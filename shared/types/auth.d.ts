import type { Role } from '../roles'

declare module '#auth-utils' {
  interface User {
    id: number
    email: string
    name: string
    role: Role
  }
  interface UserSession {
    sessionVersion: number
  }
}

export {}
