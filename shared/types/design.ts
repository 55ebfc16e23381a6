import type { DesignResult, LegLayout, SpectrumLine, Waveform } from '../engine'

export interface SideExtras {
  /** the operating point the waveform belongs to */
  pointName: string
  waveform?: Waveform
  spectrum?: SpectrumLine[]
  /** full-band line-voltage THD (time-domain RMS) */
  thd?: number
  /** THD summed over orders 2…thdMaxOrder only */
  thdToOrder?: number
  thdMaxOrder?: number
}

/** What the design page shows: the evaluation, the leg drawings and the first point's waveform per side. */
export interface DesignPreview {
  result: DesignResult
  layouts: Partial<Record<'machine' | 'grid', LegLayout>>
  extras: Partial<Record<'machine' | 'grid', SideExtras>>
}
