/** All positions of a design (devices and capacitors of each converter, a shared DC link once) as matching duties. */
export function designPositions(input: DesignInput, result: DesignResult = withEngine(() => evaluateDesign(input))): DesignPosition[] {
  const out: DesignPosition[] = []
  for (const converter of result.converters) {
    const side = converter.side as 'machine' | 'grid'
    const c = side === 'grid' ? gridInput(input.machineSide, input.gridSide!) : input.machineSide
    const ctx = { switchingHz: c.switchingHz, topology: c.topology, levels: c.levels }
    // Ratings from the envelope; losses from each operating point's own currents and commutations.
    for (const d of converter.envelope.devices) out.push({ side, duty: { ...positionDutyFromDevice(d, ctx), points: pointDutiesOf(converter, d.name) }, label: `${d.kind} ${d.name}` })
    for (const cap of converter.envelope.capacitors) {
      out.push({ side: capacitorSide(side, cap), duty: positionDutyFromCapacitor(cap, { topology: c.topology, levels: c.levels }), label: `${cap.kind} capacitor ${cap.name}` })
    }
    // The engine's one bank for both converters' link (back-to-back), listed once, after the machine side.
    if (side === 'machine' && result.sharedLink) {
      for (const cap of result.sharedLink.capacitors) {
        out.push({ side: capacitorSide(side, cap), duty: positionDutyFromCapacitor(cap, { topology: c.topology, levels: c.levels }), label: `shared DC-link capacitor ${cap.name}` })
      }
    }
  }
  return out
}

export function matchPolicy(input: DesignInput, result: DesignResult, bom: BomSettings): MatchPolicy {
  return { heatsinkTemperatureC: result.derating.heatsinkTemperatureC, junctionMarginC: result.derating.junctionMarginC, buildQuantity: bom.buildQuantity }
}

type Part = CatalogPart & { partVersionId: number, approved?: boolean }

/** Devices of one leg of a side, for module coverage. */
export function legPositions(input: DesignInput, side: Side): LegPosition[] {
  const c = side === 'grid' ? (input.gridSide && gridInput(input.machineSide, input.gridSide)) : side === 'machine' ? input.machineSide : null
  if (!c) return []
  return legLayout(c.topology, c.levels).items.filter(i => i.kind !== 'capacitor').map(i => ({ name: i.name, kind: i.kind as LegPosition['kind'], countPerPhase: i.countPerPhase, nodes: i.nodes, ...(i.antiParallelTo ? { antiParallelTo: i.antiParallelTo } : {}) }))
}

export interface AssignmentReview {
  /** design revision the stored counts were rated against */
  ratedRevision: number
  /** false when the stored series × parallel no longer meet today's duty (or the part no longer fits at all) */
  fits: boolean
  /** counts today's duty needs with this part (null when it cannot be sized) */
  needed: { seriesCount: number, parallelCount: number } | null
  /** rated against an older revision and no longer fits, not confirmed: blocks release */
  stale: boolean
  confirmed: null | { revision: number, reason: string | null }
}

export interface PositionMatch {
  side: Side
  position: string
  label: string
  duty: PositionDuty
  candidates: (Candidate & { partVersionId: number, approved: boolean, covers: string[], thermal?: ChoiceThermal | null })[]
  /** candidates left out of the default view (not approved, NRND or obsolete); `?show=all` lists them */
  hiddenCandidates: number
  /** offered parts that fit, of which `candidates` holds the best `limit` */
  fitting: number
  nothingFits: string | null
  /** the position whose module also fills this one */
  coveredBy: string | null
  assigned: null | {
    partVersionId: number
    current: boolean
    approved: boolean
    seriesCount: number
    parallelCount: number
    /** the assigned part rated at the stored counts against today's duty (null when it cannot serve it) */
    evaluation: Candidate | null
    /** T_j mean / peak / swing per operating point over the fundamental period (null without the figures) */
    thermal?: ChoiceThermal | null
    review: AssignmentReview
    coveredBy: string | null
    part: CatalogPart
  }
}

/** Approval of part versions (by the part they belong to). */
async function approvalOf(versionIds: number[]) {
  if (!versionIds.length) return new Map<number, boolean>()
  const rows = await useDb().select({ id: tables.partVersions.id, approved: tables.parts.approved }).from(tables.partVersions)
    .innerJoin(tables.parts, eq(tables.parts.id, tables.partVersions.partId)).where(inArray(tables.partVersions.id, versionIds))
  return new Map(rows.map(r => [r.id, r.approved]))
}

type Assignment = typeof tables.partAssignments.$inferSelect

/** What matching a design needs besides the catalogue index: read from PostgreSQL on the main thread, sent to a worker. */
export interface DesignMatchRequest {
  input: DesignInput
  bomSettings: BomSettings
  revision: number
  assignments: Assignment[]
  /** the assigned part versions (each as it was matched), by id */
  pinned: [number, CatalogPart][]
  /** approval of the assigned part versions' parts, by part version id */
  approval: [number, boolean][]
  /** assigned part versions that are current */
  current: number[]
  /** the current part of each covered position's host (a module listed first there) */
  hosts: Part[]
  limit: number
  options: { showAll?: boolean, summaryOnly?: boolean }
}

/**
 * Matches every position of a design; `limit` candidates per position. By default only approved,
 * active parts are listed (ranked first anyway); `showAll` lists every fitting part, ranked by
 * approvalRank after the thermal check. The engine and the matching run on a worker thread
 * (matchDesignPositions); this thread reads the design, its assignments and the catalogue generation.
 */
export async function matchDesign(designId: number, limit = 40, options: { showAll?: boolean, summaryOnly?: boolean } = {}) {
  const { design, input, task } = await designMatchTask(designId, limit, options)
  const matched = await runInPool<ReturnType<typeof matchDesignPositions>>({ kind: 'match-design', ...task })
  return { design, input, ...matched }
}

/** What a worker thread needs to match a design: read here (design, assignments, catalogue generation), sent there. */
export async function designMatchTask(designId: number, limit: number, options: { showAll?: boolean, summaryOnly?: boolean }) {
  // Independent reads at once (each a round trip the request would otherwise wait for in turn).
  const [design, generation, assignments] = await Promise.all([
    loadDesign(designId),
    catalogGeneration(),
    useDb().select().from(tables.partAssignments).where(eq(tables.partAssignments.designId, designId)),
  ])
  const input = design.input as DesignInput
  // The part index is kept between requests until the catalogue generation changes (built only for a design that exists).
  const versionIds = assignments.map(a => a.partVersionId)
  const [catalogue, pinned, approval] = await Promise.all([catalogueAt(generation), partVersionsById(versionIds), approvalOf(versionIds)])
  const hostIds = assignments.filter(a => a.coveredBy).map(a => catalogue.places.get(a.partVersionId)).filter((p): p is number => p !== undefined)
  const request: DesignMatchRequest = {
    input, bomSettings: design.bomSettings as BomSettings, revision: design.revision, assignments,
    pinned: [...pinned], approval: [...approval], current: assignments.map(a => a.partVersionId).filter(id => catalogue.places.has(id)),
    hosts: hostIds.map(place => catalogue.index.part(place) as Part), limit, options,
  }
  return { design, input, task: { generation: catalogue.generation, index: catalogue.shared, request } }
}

────────────────────

#### What to produce:
All the entries should be output exactly as given.

#### Task output:
filename shared/types/auth.d.ts
import type { Role } from '../roles'

declare module '#auth-utils' {
  interface User {
    id: number
    email: string
    name: string
    role: Role
  }
  interface UserSession {
    sessionVersion: number
  }
}

export {}
filename shared/types/design.ts
repository 55ebfc16e23381a6
import type { DesignResult, LegLayout, SpectrumLine, Waveform } from '../engine'

export interface SideExtras {
  /** the operating point the waveform belongs to */
  pointName: string
  waveform?: Waveform
  spectrum?: SpectrumLine[]
  /** full-band line-voltage THD (time-domain RMS) */
  thd?: number
  /** THD summed over orders 2…thdMaxOrder only */
  thdToOrder?: number
  thdMaxOrder?: number
}

/** What the design page shows: the evaluation, the leg drawings and the first point's waveform per side. */
export interface DesignPreview {
  result: DesignResult
  layouts: Partial<Record<'machine' | 'grid', LegLayout>>
  extras: Partial<Record<'machine' | 'grid', SideExtras>>
}
/** All positions of a design (devices and capacitors of each converter, a shared DC link once) as matching duties. */
export function designPositions(input: DesignInput, result: DesignResult = withEngine(() => evaluateDesign(input))): DesignPosition[] {
  const out: DesignPosition[] = []
  for (const converter of result.converters) {
    const side = converter.side as 'machine' | 'grid'
    const c = side === 'grid' ? gridInput(input.machineSide, input.gridSide!) : input.machineSide
    const ctx = { switchingHz: c.switchingHz, topology: c.topology, levels: c.levels }
    // Ratings from the envelope; losses from each operating point's own currents and commutations.
    for (const d of converter.envelope.devices) out.push({ side, duty: { ...positionDutyFromDevice(d, ctx), points: pointDutiesOf(converter, d.name) }, label: `${d.kind} ${d.name}` })
    for (const cap of converter.envelope.capacitors) {
      out.push({ side: capacitorSide(side, cap), duty: positionDutyFromCapacitor(cap, { topology: c.topology, levels: c.levels }), label: `${cap.kind} capacitor ${cap.name}` })
    }
    // The engine's one bank for both converters' link (back-to-back), listed once, after the machine side.
    if (side === 'machine' && result.sharedLink) {
      for (const cap of result.sharedLink.capacitors) {
        out.push({ side: capacitorSide(side, cap), duty: positionDutyFromCapacitor(cap, { topology: c.topology, levels: c.levels }), label: `shared DC-link capacitor ${cap.name}` })
      }
    }
  }
  return out
}

export function matchPolicy(input: DesignInput, result: DesignResult, bom: BomSettings): MatchPolicy {
  return { heatsinkTemperatureC: result.derating.heatsinkTemperatureC, junctionMarginC: result.derating.junctionMarginC, buildQuantity: bom.buildQuantity }
}

type Part = CatalogPart & { partVersionId: number, approved?: boolean }

/** Devices of one leg of a side, for module coverage. */
export function legPositions(input: DesignInput, side: Side): LegPosition[] {
  const c = side === 'grid' ? (input.gridSide && gridInput(input.machineSide, input.gridSide)) : side === 'machine' ? input.machineSide : null
  if (!c) return []
  return legLayout(c.topology, c.levels).items.filter(i => i.kind !== 'capacitor').map(i => ({ name: i.name, kind: i.kind as LegPosition['kind'], countPerPhase: i.countPerPhase, nodes: i.nodes, ...(i.antiParallelTo ? { antiParallelTo: i.antiParallelTo } : {}) }))
}

export interface AssignmentReview {
  /** design revision the stored counts were rated against */
  ratedRevision: number
  /** false when the stored series × parallel no longer meet today's duty (or the part no longer fits at all) */
  fits: boolean
  /** counts today's duty needs with this part (null when it cannot be sized) */
  needed: { seriesCount: number, parallelCount: number } | null
  /** rated against an older revision and no longer fits, not confirmed: blocks release */
  stale: boolean
  confirmed: null | { revision: number, reason: string | null }
}

export interface PositionMatch {
  side: Side
  position: string
  label: string
  duty: PositionDuty
  candidates: (Candidate & { partVersionId: number, approved: boolean, covers: string[], thermal?: ChoiceThermal | null })[]
  /** candidates left out of the default view (not approved, NRND or obsolete); `?show=all` lists them */
  hiddenCandidates: number
  /** offered parts that fit, of which `candidates` holds the best `limit` */
  fitting: number
  nothingFits: string | null
  /** the position whose module also fills this one */
  coveredBy: string | null
  assigned: null | {
    partVersionId: number
    current: boolean
    approved: boolean
    seriesCount: number
    parallelCount: number
    /** the assigned part rated at the stored counts against today's duty (null when it cannot serve it) */
    evaluation: Candidate | null
    /** T_j mean / peak / swing per operating point over the fundamental period (null without the figures) */
    thermal?: ChoiceThermal | null
    review: AssignmentReview
    coveredBy: string | null
    part: CatalogPart
  }
}

/** Approval of part versions (by the part they belong to). */
async function approvalOf(versionIds: number[]) {
  if (!versionIds.length) return new Map<number, boolean>()
  const rows = await useDb().select({ id: tables.partVersions.id, approved: tables.parts.approved }).from(tables.partVersions)
    .innerJoin(tables.parts, eq(tables.parts.id, tables.partVersions.partId)).where(inArray(tables.partVersions.id, versionIds))
  return new Map(rows.map(r => [r.id, r.approved]))
}

type Assignment = typeof tables.partAssignments.$inferSelect

/** What matching a design needs besides the catalogue index: read from PostgreSQL on the main thread, sent to a worker. */
export interface DesignMatchRequest {
  input: DesignInput
  bomSettings: BomSettings
  revision: number
  assignments: Assignment[]
  /** the assigned part versions (each as it was matched), by id */
  pinned: [number, CatalogPart][]
  /** approval of the assigned part versions' parts, by part version id */
  approval: [number, boolean][]
  /** assigned part versions that are current */
  current: number[]
  /** the current part of each covered position's host (a module listed first there) */
  hosts: Part[]
  limit: number
  options: { showAll?: boolean, summaryOnly?: boolean }
}

/**
 * Matches every position of a design; `limit` candidates per position. By default only approved,
 * active parts are listed (ranked first anyway); `showAll` lists every fitting part, ranked by
 * approvalRank after the thermal check. The engine and the matching run on a worker thread
 * (matchDesignPositions); this thread reads the design, its assignments and the catalogue generation.
 */
export async function matchDesign(designId: number, limit = 40, options: { showAll?: boolean, summaryOnly?: boolean } = {}) {
  const { design, input, task } = await designMatchTask(designId, limit, options)
  const matched = await runInPool<ReturnType<typeof matchDesignPositions>>({ kind: 'match-design', ...task })
  return { design, input, ...matched }
}

/** What a worker thread needs to match a design: read here (design, assignments, catalogue generation), sent there. */
export async function designMatchTask(designId: number, limit: number, options: { showAll?: boolean, summaryOnly?: boolean }) {
  // Independent reads at once (each a round trip the request would otherwise wait for in turn).
  const [design, generation, assignments] = await Promise.all([
    loadDesign(designId),
    catalogGeneration(),
    useDb().select().from(tables.partAssignments).where(eq(tables.partAssignments.designId, designId)),
  ])
  const input = design.input as DesignInput
  // The part index is kept between requests until the catalogue generation changes (built only for a design that exists).
  const versionIds = assignments.map(a => a.partVersionId)
  const [catalogue, pinned, approval] = await Promise.all([catalogueAt(generation), partVersionsById(versionIds), approvalOf(versionIds)])
  const hostIds = assignments.filter(a => a.coveredBy).map(a => catalogue.places.get(a.partVersionId)).filter((p): p is number => p !== undefined)
  const request: DesignMatchRequest = {
    input, bomSettings: design.bomSettings as BomSettings, revision: design.revision, assignments,
    pinned: [...pinned], approval: [...approval], current: assignments.map(a => a.partVersionId).filter(id => catalogue.places.has(id)),
    hosts: hostIds.map(place => catalogue.index.part(place) as Part), limit, options,
  }
  return { design, input, task: { generation: catalogue.generation, index: catalogue.shared, request } }
}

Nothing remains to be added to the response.